БОЙ ЗА РУССКУЮ КУЛЬТУРУ И ПАМЯТЬ

№ 2015 / 21, 11.06.2015

Кто противился идее Сергея Михалкова

создать общество охраны памятников истории

 

В конце 1962 – начале 1963 года в Москве состоялась серия шумных встреч Хрущёва и других руководителей партии и государства с творческой интеллигенцией.

Начало было положено 1 декабря 1962 года в Манеже, где проходила выставка московских художников. Накаченный руководством Академии художеств, Хрущёв обрушился на Эрнста Неизвестного, Элия Белютина и некоторых других авангардистов. Абстракционизм и формализм были объявлены чуть ли не главными врагами человечества. 17 декабря 1962 года последовали правительственные посиделки на Ленинских горах, где партийная верхушка напала на Илью Эренбурга, Евгения Евтушенко, сына ЕсенинаАлександраВольпина, других позволявших себе фрондёрство литераторов. Ничего хорошего многие интеллектуалы не ждали и от встреч с Хрущёвым 7 и 8 марта 1963 года. Не случайно остряки придумали новый термин: «заморозки», что вызвало большую обиду у тогдашнего секретаря ЦК КПСС по пропаганде Леонида Ильичёва, который из кожи вон лез, чтобы заполучить место главного партийного идеолога. «Наши противники, – возмущался этот партийный функционер 7 марта перед деятелями культуры, – для характеристики положения в советском искусстве ввели в оборот новый термин – «заморозки». Введён он в противоположность термину «оттепель» (РГАНИ, ф. 52, оп. 1, д. 332).

03

Это потом выяснилось, что Ильичёв, готовя встречи Хрущёва с художниками, добивался не столько осуждения «грязной абстракционистской мазни» (критика авангарда и модернизма были всего лишь поводом). Его волновало другое: как выкорчевать из народа историческую память о далёком прошлом. На фоне скандалов о формализме он хотел втихаря провести кампанию по уничтожению древних памятников. Но всю обедню ему испортил Михаил Суслов, который отнюдь не собирался делиться с новым любимчиком Хрущёва своими властными полномочиями.

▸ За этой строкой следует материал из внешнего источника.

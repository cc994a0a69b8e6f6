// src/input/range.ts: worksheet ranges to checked columns. Expectations are
// the cell rules of METHODS.md §1 (blank and NA-like markers missing, TRUE/
// FALSE as 1/0, other text an error) and the range rules in the module's
// comment; cell addresses follow Excel's A1 notation.
import { cellPlace, errorCode, offsetAddress, rangeColumns, rangeNumbers, RangeInputError } from '../../src/input/range';

const col = (...cells: unknown[]): unknown[][] => cells.map((c) => [c]);
const arr = (a: Float64Array | Uint8Array): number[] => Array.from(a);
const message = (f: () => unknown): string => {
  try {
    f();
  } catch (e) {
    expect(e).toBeInstanceOf(RangeInputError);
    return (e as Error).message;
  }
  throw new Error('no error');
};

test('numbers, numeric text, booleans; blanks ("", null, spaces) and NA markers are missing', () => {
  const [c] = rangeColumns([{ argument: 'score', cells: col(1.5, '2.25', true, false, '', null, '  ', 'NA', '#N/A', '.', -3) }]);
  expect(arr(c.values)).toEqual([1.5, 2.25, 1, 0, 0, 0, 0, 0, 0, 0, -3]);
  expect(arr(c.missing)).toEqual([0, 0, 0, 0, 1, 1, 1, 1, 1, 1, 0]);
  expect(c.missingCount).toBe(6);
  expect(c.name).toBeUndefined();
});

test('a title at the top is skipped and kept as the name; "TRUE" at the top is a value', () => {
  const [a] = rangeColumns([{ argument: 'score', cells: col('energy burden', 1, 2) }]);
  expect(a.name).toBe('energy burden');
  expect(arr(a.values)).toEqual([1, 2]);
  const [b] = rangeColumns([{ argument: 'treated', cells: col('TRUE', 0, 1), binary: true }]);
  expect(b.name).toBeUndefined();
  expect(arr(b.values)).toEqual([1, 0, 1]);
});

test('trailing blanks (whole columns) are not data; the longest column sets the length', () => {
  const [s, y] = rangeColumns([
    { argument: 'score', cells: col('score', 1, 2, 3, '', null, '') },
    { argument: 'outcome', cells: col(5, '', '', '', null, '') },
  ]);
  expect(arr(s.values)).toEqual([1, 2, 3]);
  // The outcome's own trailing blanks within the score's rows are missing values.
  expect(arr(y.missing)).toEqual([0, 1, 1]);
});

test('a range shorter than the data names both lengths', () => {
  expect(message(() => rangeColumns([{ argument: 'score', cells: col(1, 2, 3) }, { argument: 'treated', cells: col(0, 1), binary: true }]))).toBe(
    'treated has 2 cells of data but score has 3; the ranges must cover the same rows',
  );
});

test('rows are accepted as well as columns; wider ranges are refused', () => {
  expect(arr(rangeColumns([{ argument: 'at', cells: [[1, 2, 3]] }])[0].values)).toEqual([1, 2, 3]);
  expect(message(() => rangeColumns([{ argument: 'score', cells: [[1, 2], [3, 4]] }]))).toBe(
    'score must be a single column (or row) of cells; it has 2 rows and 2 columns',
  );
});

test('the first bad cell is named: by address when given, else by row in the range', () => {
  const cells = col('score', 1, 'x', 'y');
  expect(message(() => rangeColumns([{ argument: 'score', cells, address: 'Sheet 1!$B$4:$B$7' }]))).toBe(
    'score: cell Sheet 1!B6 is not a number; it holds "x"',
  );
  expect(message(() => rangeColumns([{ argument: 'score', cells }]))).toBe('score: row 3 of the range is not a number; it holds "x"');
  expect(message(() => rangeColumns([{ argument: 'treated', cells: col(0, 1, 0.5), binary: true }]))).toBe(
    'treated: row 3 of the range must be 0, 1, TRUE or FALSE; it holds 0.5',
  );
});

test('error values: #N/A is missing, others are refused by name', () => {
  const [c] = rangeColumns([{ argument: 'outcome', cells: col(1, { code: '#N/A' }, 3) }]);
  expect(arr(c.missing)).toEqual([0, 1, 0]);
  expect(message(() => rangeColumns([{ argument: 'outcome', cells: col(1, { code: '#REF!' }), address: 'E2:E3' }]))).toBe(
    'outcome: cell E3 holds the error #REF!; correct it or leave the cell empty',
  );
  expect(errorCode({ errorCode: '#DIV/0!' })).toBe('#DIV/0!');
  expect(errorCode(new Error('x'))).toBe('#VALUE!');
  expect(errorCode('#DIV/0!')).toBeUndefined();
});

test('non-finite numbers are refused; the input arrays are not changed', () => {
  const cells = col(1, Infinity);
  const copy = JSON.stringify(cells);
  expect(message(() => rangeColumns([{ argument: 'score', cells }]))).toBe('score: row 2 of the range is not a number; it holds Infinity');
  expect(JSON.stringify(cells)).toBe(copy);
  expect(message(() => rangeColumns([{ argument: 'score', cells: col('', null) }]))).toBe('score holds no values');
});

test('addresses: offsets across columns past Z, sheets with quotes, single cells', () => {
  expect(offsetAddress('Y10', 2, 3)).toBe('AB12');
  expect(offsetAddress("'My data'!AZ1:AZ9", 0, 1)).toBe("'My data'!BA1");
  expect(offsetAddress('not an address', 0, 0)).toBeUndefined();
  expect(cellPlace({ argument: 'at', cells: [[1, 2, 3]], address: 'C5:E5' }, 2)).toBe('cell E5');
});

test('rangeNumbers: the `at` values, blanks and a title skipped', () => {
  expect(rangeNumbers({ argument: 'at', cells: col('bill', 100, '', 200, null) })).toEqual([100, 200]);
  expect(message(() => rangeNumbers({ argument: 'at', cells: col(1, 'abc') }))).toBe('at: row 2 of the range is not a number; it holds "abc"');
});

// The one blank rule of cells.ts (trimBlank): NBSP (U+00A0), the zero-width
// space (U+200B) and NEL (U+0085) are blank like a space, here as in a file.
test('cells of NBSP, zero-width spaces or line breaks are blank: missing, and not data at the end', () => {
  const [s, t] = rangeColumns([
    { argument: 'score', cells: col('\u200benergy burden\u00a0', 1, '\u00a0', 3, '\u200b', '\u0085', '\r\n') },
    { argument: 'treated', cells: col(0, 1, 1), binary: true },
  ]);
  expect(s.name).toBe('energy burden');
  expect(arr(s.values)).toEqual([1, 0, 3]);
  expect(arr(s.missing)).toEqual([0, 1, 0]);
  expect(arr(t.values)).toEqual([0, 1, 1]);
  expect(rangeNumbers({ argument: 'at', cells: col('\u200b', 2, '\u00a0') })).toEqual([2]);
  expect(offsetAddress('\u200bData!B2:B9\u00a0', 1, 0)).toBe('Data!B3');
});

Сначала Суслов через верных ему людей в конце декабря 1962 года организовал приглашение на одно из заседаний Идеологической комиссии КПСС молодого художника Ильи Глазунова. Клюнувший на эту приманку Ильичёв думал, что Глазунов публично вдарит за отступление от реализма по Андронову или Штейнбергу. Однако художник, слегка пожурив поклонников авангарда, пошёл дальше. Он заговорил о необходимости восстановления исторической памяти, освобождения от компрессоров завода «Динамо» могил национальных героев – Осляби и Пересвета, о русском характере. Ильичёв растерялся. По идее, Глазунова следовало одёрнуть. Но художник, как говорили, успел сдружиться с зятем самого хозяина – с Аджубеем. А вдруг тезисы своей речи Глазунов согласовал лично с Хрущёвым?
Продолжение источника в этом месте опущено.